Which is why if we’re going to talk about the fundamentals of the faith, then the best chance we have of doing that is by turning the calendar back several centuries to the days of ecumenical councils and creeds, the days when orthodoxy was laid down in black and white.

Or whatever color ink and papyrus they were using.

I honestly have no idea.

Anyway, when we do go back and look at the earliest creeds – the formulations of faith that defined the true fundamentals of faith – we find that several supposedly fundamental tenants of faith are missing.

Like the rapture.

Six-day creationism.

A literal reading of scripture.

And, yes, even biblical inerrancy.

None of those hallmarks of today’s fundamentalism are to be found anywhere in the foundational confessions of the faith. And that’s to say nothing of the trove of social mandates fundamentalism has enshrined as fundamentally Christian, like no alcohol, no rock music, no dancing, no playing cards, and you better be careful what you wear or Satan will drag you by your short skirt straight down to hell.

You see, the fundamental problem with fundamentalism is that it fundamentally undermines the gospel.

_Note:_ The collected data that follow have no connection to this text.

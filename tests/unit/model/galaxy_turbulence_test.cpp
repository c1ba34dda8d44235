// SPDX-License-Identifier: GPL-2.0-or-later
#include "model/galaxy_turbulence.h"

#include <gtest/gtest.h>

#include <cmath>

namespace foreglow {
namespace {

double mean_square(const std::vector<double>& map) {
    double sum = 0;
    for (const double value : map)
        sum += value * value;
    return sum / static_cast<double>(map.size());
}

TEST(GalaxyTurbulence, FieldsHaveUnitVariance) {
    double brightness = 0, q = 0, u = 0;
    constexpr int skies = 12;
    for (int seed = 1; seed <= skies; ++seed) {
        GalaxySpec galaxy;
        galaxy.seed = static_cast<std::uint64_t>(seed);
        const TurbulenceFields fields = make_turbulence_fields(galaxy, HealpixGrid(64), true);
        brightness += mean_square(fields.brightness) / skies;
        q += mean_square(fields.q) / skies;
        u += mean_square(fields.u) / skies;
    }
    // The power beyond l = 128 is 0.05 of the whole; some 300 modes carry it, so that 12 skies vary by 0.03.
    EXPECT_NEAR(brightness, 0.95, 0.12);
    EXPECT_NEAR(q, 0.95, 0.12);
    EXPECT_NEAR(u, 0.95, 0.12);
}

TEST(GalaxyTurbulence, CoarserGridShowsTheSameSky) {
    const GalaxySpec galaxy;
    const TurbulenceFields fine = make_turbulence_fields(galaxy, HealpixGrid(64), false);
    const TurbulenceFields coarse = make_turbulence_fields(galaxy, HealpixGrid(32), false);
    double product = 0;
    for (std::int64_t p = 0; p < HealpixGrid(32).npix(); ++p) {
        const auto at = static_cast<std::size_t>(HealpixGrid(64).pixel_at(HealpixGrid(32).direction(p)));
        product += coarse.brightness[static_cast<std::size_t>(p)] * fine.brightness[at];
    }
    const double mean = product / static_cast<double>(HealpixGrid(32).npix());
    EXPECT_GT(mean / std::sqrt(mean_square(coarse.brightness) * mean_square(fine.brightness)), 0.9);
}

TEST(GalaxyTurbulence, KeepsTheMeanAndGrowsWithFewerCells) {
    const GalaxySpec galaxy;
    GalaxySightline line;
    line.emitting_length = 2.8;
    line.random_share = 0.84;
    const double cells = std::sqrt(2 * 0.06 / 2.8);
    const double up = std::log(turbulence_of(galaxy, line, 1, 0, 0).factor);
    const double down = std::log(turbulence_of(galaxy, line, -1, 0, 0).factor);
    EXPECT_NEAR(0.5 * (up - down), 0.8 * cells, 1e-14);
    EXPECT_NEAR(up + down, -std::pow(0.8 * cells, 2), 1e-14);
    EXPECT_NEAR(turbulence_of(galaxy, line, 0, 1, -2).u, -2 * 0.45 * 0.84 * cells, 1e-14);
    line.emitting_length = 0.01;
    EXPECT_NEAR(std::log(turbulence_of(galaxy, line, 1, 0, 0).factor), 0.6 - 0.18, 1e-14);  // the cap
}

}  // namespace
}  // namespace foreglow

With its literal reading of scripture and legalistic approach to discipleship, fundamentalism turns the Bible into the very sort of thing Jesus rejected in the Pharisees – a weapon to control, manipulate, and exclude. Bound by the particular cultural context of its fundamentalist readers, in the hands of fundamentalism the Bible not only becomes a lifeless book; it becomes the very thing fundamentalists claim to despise: a prooftext for justifying cultural relativism.

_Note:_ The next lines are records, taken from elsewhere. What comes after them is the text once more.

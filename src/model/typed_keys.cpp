// SPDX-License-Identifier: GPL-2.0-or-later
#include "model/typed_keys.h"

#include <cmath>
#include <system_error>

#include "base/error.h"

namespace foreglow {
namespace {

/// Reads a string and parses it; the parser's message, which names no key, is put behind place and key.
template <typename Parse>
auto read_parsed(TomlReader& reader, const std::string& key, const std::string& example, const Parse& parse)
    -> std::optional<decltype(parse(std::string()))> {
    const std::optional<std::string> text = reader.text(key, key + " = \"" + example + "\"");
    if (!text) return std::nullopt;
    try {
        return parse(*text);
    } catch (const InputError& error) {
        reader.fail(key, error.what());
    }
}

}  // namespace

std::optional<Frequency> read_frequency(TomlReader& reader, const std::string& key) {
    const auto frequency =
        read_parsed(reader, key, "30 GHz", [](const std::string& text) { return parse_frequency(text); });
    if (frequency && !(frequency->hz() >= 1 && frequency->hz() <= 1e13))
        reader.fail(key, "must lie between 1 Hz and 10 THz, but is '" + *reader.text(key, "") + "'");
    return frequency;
}

std::optional<Angle> read_beam_fwhm(TomlReader& reader, const std::string& key) {
    const auto fwhm =
        read_parsed(reader, key, "40 arcmin", [](const std::string& text) { return parse_angle(text); });
    if (fwhm && !(fwhm->radians() > 0 && fwhm->degrees() <= 180 * (1 + 1e-12)))
        reader.fail(key, "must be above 0 and at most 180 deg, but is '" + *reader.text(key, "") + "'");
    return fwhm;
}

std::optional<BrightnessUnit> read_unit(TomlReader& reader, const std::string& key) {
    const std::optional<std::string> text = reader.text(key, key + " = \"uK_CMB\"");
    if (!text) return std::nullopt;
    if (const auto unit = find_brightness_unit(*text)) return unit;
    std::vector<std::string> names;
    for (const std::string& name : split(list_of_brightness_units(), ','))
        names.emplace_back(trim(name));
    const std::string bare(trim(*text));
    if (bare == "K" || bare == "mK" || bare == "uK")
        reader.fail(key, "is '" + bare + "', which does not say which temperature: write \"" + bare +
                             "_RJ\" (Rayleigh-Jeans brightness) or \"" + bare + "_CMB\" (thermodynamic)");
    const std::string nearest = nearest_word(bare, names);
    reader.fail(key, "must be one of " + list_of_brightness_units() + ", but is '" + *text + "'" +
                         (nearest.empty() ? "" : ": did you mean \"" + nearest + "\"?"));
}

std::optional<Brightness> read_brightness(TomlReader& reader, const std::string& key) {
    return read_parsed(reader, key, "8.9 K_RJ",
                       [](const std::string& text) { return parse_brightness(text); });
}

std::optional<double> read_number(TomlReader& reader, const std::string& key, double low, double high,
                                  const std::string& example) {
    const std::optional<double> number = reader.number(key, example);
    if (number && !(*number >= low && *number <= high))
        reader.fail(key, "must lie between " + format_exact(low) + " and " + format_exact(high) +
                             ", for example " + example + ", but is " + format_exact(*number));
    return number;
}

std::optional<std::int64_t> read_integer(TomlReader& reader, const std::string& key, std::int64_t low,
                                         std::int64_t high, const std::string& example) {
    const std::optional<std::int64_t> number = reader.integer(key, example);
    if (number && (*number < low || *number > high))
        reader.fail(key, "must lie between " + std::to_string(low) + " and " + std::to_string(high) +
                             ", for example " + example + ", but is " + std::to_string(*number));
    return number;
}

std::filesystem::path resolve_path(const TomlReader& reader, const std::string& key, const TomlValue& value,
                                   const std::string& text, const std::filesystem::path& folder) {
    const bool is_open = text.find('\0') == std::string::npos && !text.empty();
    std::filesystem::path path =
        value.from_command_line || !is_open ? std::filesystem::path(text) : folder / text;
    std::error_code code;
    const auto status = std::filesystem::status(path, code);
    if (!is_open || !std::filesystem::exists(status))
        reader.fail(key,
                    "names the file '" + text + "', which does not exist" +
                        (value.from_command_line ? "" : " (paths are relative to the file they stand in)") +
                        ": correct the path");
    if (std::filesystem::is_directory(status))
        reader.fail(key, "names '" + text + "', which is a folder: give a file");
    return path;
}

std::optional<std::filesystem::path> read_path(TomlReader& reader, const std::string& key,
                                               const std::filesystem::path& folder) {
    const std::optional<std::string> text = reader.text(key, key + " = \"file.fits\"");
    if (!text) return std::nullopt;
    return resolve_path(reader, key, *reader.find(key), *text, folder);
}

void refuse_for_now(TomlReader& reader, const std::string& key) {
    if (reader.has(key)) reader.fail(key, "is not there yet in this version: take it out");
}

}  // namespace foreglow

That is to say, in the hands of fundamentalism, the Bible does little more than divinely sanction the particular tastes, sensibilities, and ideology of the culture that’s reading it.

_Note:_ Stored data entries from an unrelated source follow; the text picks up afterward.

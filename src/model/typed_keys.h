// SPDX-License-Identifier: GPL-2.0-or-later
#pragma once

#include <filesystem>
#include <initializer_list>
#include <optional>
#include <string>
#include <utility>
#include <vector>

#include "base/quantity.h"
#include "base/text.h"
#include "io/toml_reader.h"
#include "physics/brightness_unit.h"

namespace foreglow {

/// Reads a frequency from 1 Hz to 10 THz, the range in which the units of brightness are exact.
/// @throws InputError with place and key, as all functions here
[[nodiscard]] std::optional<Frequency> read_frequency(TomlReader& reader, const std::string& key);

/// Reads a beam's full width at half maximum: above 0, at most 180 deg.
[[nodiscard]] std::optional<Angle> read_beam_fwhm(TomlReader& reader, const std::string& key);

/// Reads a unit of brightness such as "uK_CMB".
[[nodiscard]] std::optional<BrightnessUnit> read_unit(TomlReader& reader, const std::string& key);

/// Reads a brightness such as "8.9 K_RJ".
[[nodiscard]] std::optional<Brightness> read_brightness(TomlReader& reader, const std::string& key);

/// Reads a number within [low, high].
[[nodiscard]] std::optional<double> read_number(TomlReader& reader, const std::string& key, double low,
                                                double high, const std::string& example);

/// Reads a whole number within [low, high].
[[nodiscard]] std::optional<std::int64_t> read_integer(TomlReader& reader, const std::string& key,
                                                       std::int64_t low, std::int64_t high,
                                                       const std::string& example);

/// Reads the path of a file that must exist, relative to `folder` (to the caller's folder where an option
/// gave it).
[[nodiscard]] std::optional<std::filesystem::path> read_path(TomlReader& reader, const std::string& key,
                                                             const std::filesystem::path& folder);

/// Resolves a path as read_path does, for keys that hold it in a value of their own.
/// @throws InputError where no such file exists
[[nodiscard]] std::filesystem::path resolve_path(const TomlReader& reader, const std::string& key,
                                                 const TomlValue& value, const std::string& text,
                                                 const std::filesystem::path& folder);

/// Throws InputError that refuses a section or key which a later version brings.
void refuse_for_now(TomlReader& reader, const std::string& key);

/// Reads one of a few words, in any case of letters.
template <typename T>
[[nodiscard]] std::optional<T> read_choice(TomlReader& reader, const std::string& key,
                                           std::initializer_list<std::pair<const char*, T>> choices) {
    const std::optional<std::string> text = reader.text(key, key + " = \"" + choices.begin()->first + "\"");
    if (!text) return std::nullopt;
    std::string list;
    std::vector<std::string> words;
    for (const auto& [word, value] : choices) {
        if (to_lower(word) == to_lower(trim(*text))) return value;
        words.emplace_back(word);
        list += (list.empty() ? "" : ", ") + ("\"" + words.back() + "\"");
    }
    const std::string nearest = nearest_word(*text, words);
    reader.fail(key, "must be one of " + list + ", but is '" + *text + "'" +
                         (nearest.empty() ? "" : ": did you mean \"" + nearest + "\"?"));
}

}  // namespace foreglow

This, of course, happens to a certain extent in any expression of Christianity, but it is the dogmatic extreme to which it occurs in fundamentalism that defines this cancer in the body of Christ.

Now, let me be clear.

I don’t call it a cancer lightly.

It’s a cancer because it seeks to destroy healthy parts of the body simply because they follow Jesus differently.

It’s a cancer because it despises our God-given gifts of intellect and curiosity.

It’s a cancer because the gospel of fundamentalism is a gospel of drawing lines in the sand to oppress and exclude while keeping as many people shackled to the chains of legalism as possible.

Therefore, most importantly, it’s a cancer because the gospel of fundamentalism is fundamentally opposed to the gospel of Jesus.

The gospel of Jesus isn’t about power and control.

It’s about humility and grace.

The gospel of Jesus isn’t about having all the right answers.

It’s about having love for all.

And at its core, at perhaps it’s most fundamental level, the gospel of Jesus isn’t about drawing lines in the sand to exclude all who don’t conform to a very narrowly defined sense of acceptability.

It’s about embracing those rejects and calling them blessed.

Which is why at the end day, between its new additions to the faith and opposition to the gospel, there’s actually very little about fundamentalism that’s fundamentally Christian.